Problem description -
What lines in the records below contain the string "kept"? Copy every one.

Information given -

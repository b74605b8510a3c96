// Header and source of an exported step.
#include "sim/export/c_files.hpp"

#include <fmt/format.h>

#include <algorithm>
#include <cctype>

namespace slipbench {

namespace {

constexpr const char* cautions =
    " * CAUTION. This is not a safety function, and a simulation does not replace commissioning by qualified people "
    "under\n"
    " * local codes. First trials with the power stage disconnected or the DC link current-limited, an emergency stop "
    "within\n"
    " * reach, the shaft guarded. Current, voltage and speed must be limited by something that does not depend on this "
    "code.\n";

std::string count_text(const OperationCount& o) {
  return fmt::format(
      "{} operations: {} additions and subtractions, {} multiplications, {} divisions, {} square roots, {} "
      "comparisons, {} "
      "choices, {} others",
      o.all(), o.add, o.multiply, o.divide, o.root, o.compare, o.choose, o.other);
}

std::vector<std::string> words_of(const std::string& text) {
  std::vector<std::string> words;
  std::size_t at = 0;
  while (at < text.size()) {
    const std::size_t end = std::min(text.find(' ', at), text.size());
    if (end > at) words.push_back(text.substr(at, end - at));
    at = end + 1;
  }
  return words;
}
std::string paragraph(const std::string& text) { return wrapped(words_of(text), " * "); }

template <class S>
std::string member(const std::string& name, const std::string& comment) {
  const std::string declared = fmt::format("  {} {};", c_type<S>(), name);
  return comment.empty() ? declared + "\n" : fmt::format("{:<34} /* {} */\n", declared, comment);
}

template <class S>
std::string header(const ExportedPart& part, const RecordedStep<S>& step, const ExportOrigin& o) {
  const std::string guard = upper_case(o.name) + "_H", n = o.name, in(step.in_name), out(step.out_name);
  std::string text =
      "/* " + n + ": " + o.what + " \"" + o.kind + "\" for one machine, as C99 in " + c_type<S>() + ".\n";
  text +=
      paragraph(fmt::format("Scenario {} (\"{}\"), machine as believed there: {}.", o.scenario, o.title, o.machine));
  text += fmt::format(
      " * Written by slipbench {}, export format {}. Do not edit: change the scenario and export again.\n *\n",
      o.version, export_format);
  text += cautions;
  text += " *\n * Use\n";
  text +=
      fmt::format(" *   {0}_state state;  {0}_init(&state);                       once, before the first period\n", n);
  text += fmt::format(" *   {0}_step(&state, &{1}, &{2});   every {3:.6g} us, from one context only\n *\n", n, in, out,
                      o.control_period_s * 1e6);
  text += paragraph(
      fmt::format("State: {} numbers, {} bytes; it must come from {}_init: numbers that never leave their first "
                  "value are constants in the source. A step: {}. No loop, no allocation, no branch beyond "
                  "choices (x ? a : b), no library: with the flags below no libm function is linked.",
                  part.state_numbers, part.state_bytes, n, count_text(part.operations)));
  text += " *\n * Bits are those of the simulated step (IEEE 754, round to nearest, subnormals kept) under\n";
  text += " *   -std=c99 -O2 -ffp-contract=off -fno-math-errno      (no -ffast-math; FLT_EVAL_METHOD 0)\n";
  text += paragraph(fmt::format(
      "-fno-math-errno makes sqrt{} one instruction; without it, or without -O, the bits are the same but libm is "
      "linked. {}_replay.c replays test vectors and tells whether a build keeps the bits.",
      c_suffix<S>(), n));
  text += " *\n * Units are SI, in the names. Space vectors are amplitude-invariant (peak), motor convention. */\n";
  text += fmt::format("#ifndef {0}\n#define {0}\n\n#ifdef __cplusplus\nextern \"C\" {{\n#endif\n\n", guard);

  text += "/* What is kept from one period to the next.\n";
  text += paragraph(step.state_note.empty() ? "_x and _y are parts of a vector." : std::string(step.state_note));
  text += " */\n";
  text += "typedef struct {\n";
  for (const std::string& name : step.state) text += member<S>(name, "");
  text += fmt::format("}} {}_state;\n\n/* What it sees at tick k. */\ntypedef struct {{\n", n);
  for (std::size_t i = 0; i < step.in.size(); ++i) {
    const std::string meaning(step.in[i].meaning);
    const std::string unread = step.in_read[i] ? "" : "not read";
    text += member<S>(std::string(step.in[i].member),
                      meaning.empty() || unread.empty() ? meaning + unread : meaning + "; " + unread);
  }
  text += fmt::format("}} {}_{};\n\n/* What it answers, valid at tick k. */\ntypedef struct {{\n", n, in);
  for (const DoorField& f : step.out) text += member<S>(std::string(f.member), std::string(f.meaning));
  text += fmt::format("}} {}_{};\n\n", n, out);
  text += fmt::format("#define {}_CONTROL_PERIOD_S {} /* {:.6g} */\n\n", upper_case(n),
                      c_literal(static_cast<S>(o.control_period_s)), o.control_period_s);
  text += fmt::format(
      "void {0}_init({0}_state *state);\nvoid {0}_step({0}_state *state, const {0}_{1} *{1}, {0}_{2} *{2});\n\n", n, in,
      out);
  return text + "#ifdef __cplusplus\n}\n#endif\n#endif\n";
}

// Statements that open a function read what it needs; a blank line parts them from what is computed.
template <class S>
std::string source(const RecordedStep<S>& step, const Body<S>& body, const std::string& helpers,
                   const ExportOrigin& o) {
  const std::string n = o.name, in(step.in_name), out(step.out_name);
  std::string text = "/* " + n + ": see " + n +
                     ".h. Written by slipbench; straight-line code, a heading over each block says what it computes.\n";
  text += " *\n * The numbers it was made from, in SI units:\n";
  std::vector<std::string> words;
  for (const auto& [name, value] : step.constants) words.push_back(fmt::format("{} {:.7g};", name, value));
  text += wrapped(words, " *   ");
  text += " */\n#include \"" + n + ".h\"\n\n#include <float.h>\n#include <math.h>\n";
  if (helpers.find("uint") != std::string::npos) text += "#include <stdint.h>\n";
  text +=
      "\n#ifdef __FAST_MATH__\n#error \"build without -ffast-math: the bits would not be those that were "
      "simulated\"\n#endif\n";
  text += "#if FLT_EVAL_METHOD != 0\n#error \"float and double must be evaluated in their own precision\"\n#endif\n\n";
  if (!helpers.empty())
    text += "/* Elementary functions of its own: the same bits on every processor. */\n\n" + helpers;
  if (!body.constants.empty())
    text += "/* Constants of this machine and tuning; k1, k2, ... are products that were folded. */\n" +
            body.constants + "\n";
  text += fmt::format("void {0}_init({0}_state *state) {{\n", n);
  for (std::size_t i = 0; i < step.state.size(); ++i)
    text += fmt::format("  state->{} = {};\n", step.state[i], c_literal(step.begin[i]));
  text += fmt::format("}}\n\nvoid {0}_step({0}_state *state, const {0}_{1} *{1}, {0}_{2} *{2}) {{\n", n, in, out);
  if (std::none_of(step.in_read.begin(), step.in_read.end(), [](bool read) { return read; }))
    text += "  (void)" + in + ";\n";
  return text + body.statements + "}\n";
}

}  // namespace

std::string upper_case(std::string text) {
  for (char& c : text) c = static_cast<char>(std::toupper(static_cast<unsigned char>(c)));
  return text;
}

std::string wrapped(const std::vector<std::string>& words, const std::string& lead, std::size_t width) {
  std::string text, line;
  for (const std::string& word : words) {
    if (!line.empty() && lead.size() + line.size() + 1 + word.size() > width) text += lead + line + "\n", line.clear();
    line += (line.empty() ? "" : " ") + word;
  }
  return line.empty() ? text : text + lead + line + "\n";
}

template <class S>
void write_c_files(ExportedPart& part, RecordedStep<S>& step, const DoorTraffic& traffic, const ExportOrigin& o) {
  const std::string prefix = o.name + "_";
  const Body<S> body =
      body_of(step.program, {"state", std::string(step.in_name), std::string(step.out_name)}, Constants::named, prefix);
  part.operations = body.operations;
  part.state_numbers = step.state.size(), part.state_bytes = step.state.size() * sizeof(S);
  part.files.push_back({o.name + ".h", header(part, step, o)});
  part.files.push_back({o.name + ".c", source(step, body, helper_functions<S>(body.helpers, prefix), o)});
  part.files.push_back({o.name + "_vectors.h", vectors_text(part, step, traffic, o)});
  part.files.push_back({o.name + "_replay.c", replay_text(o)});
}

template void write_c_files(ExportedPart&, RecordedStep<float>&, const DoorTraffic&, const ExportOrigin&);
template void write_c_files(ExportedPart&, RecordedStep<double>&, const DoorTraffic&, const ExportOrigin&);

}  // namespace slipbench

Answer box -
  text += " *\n * Bits are those of the simulated step (IEEE 754, round to nearest, subnormals kept) under\n";
  text += "/* What is kept from one period to the next.\n";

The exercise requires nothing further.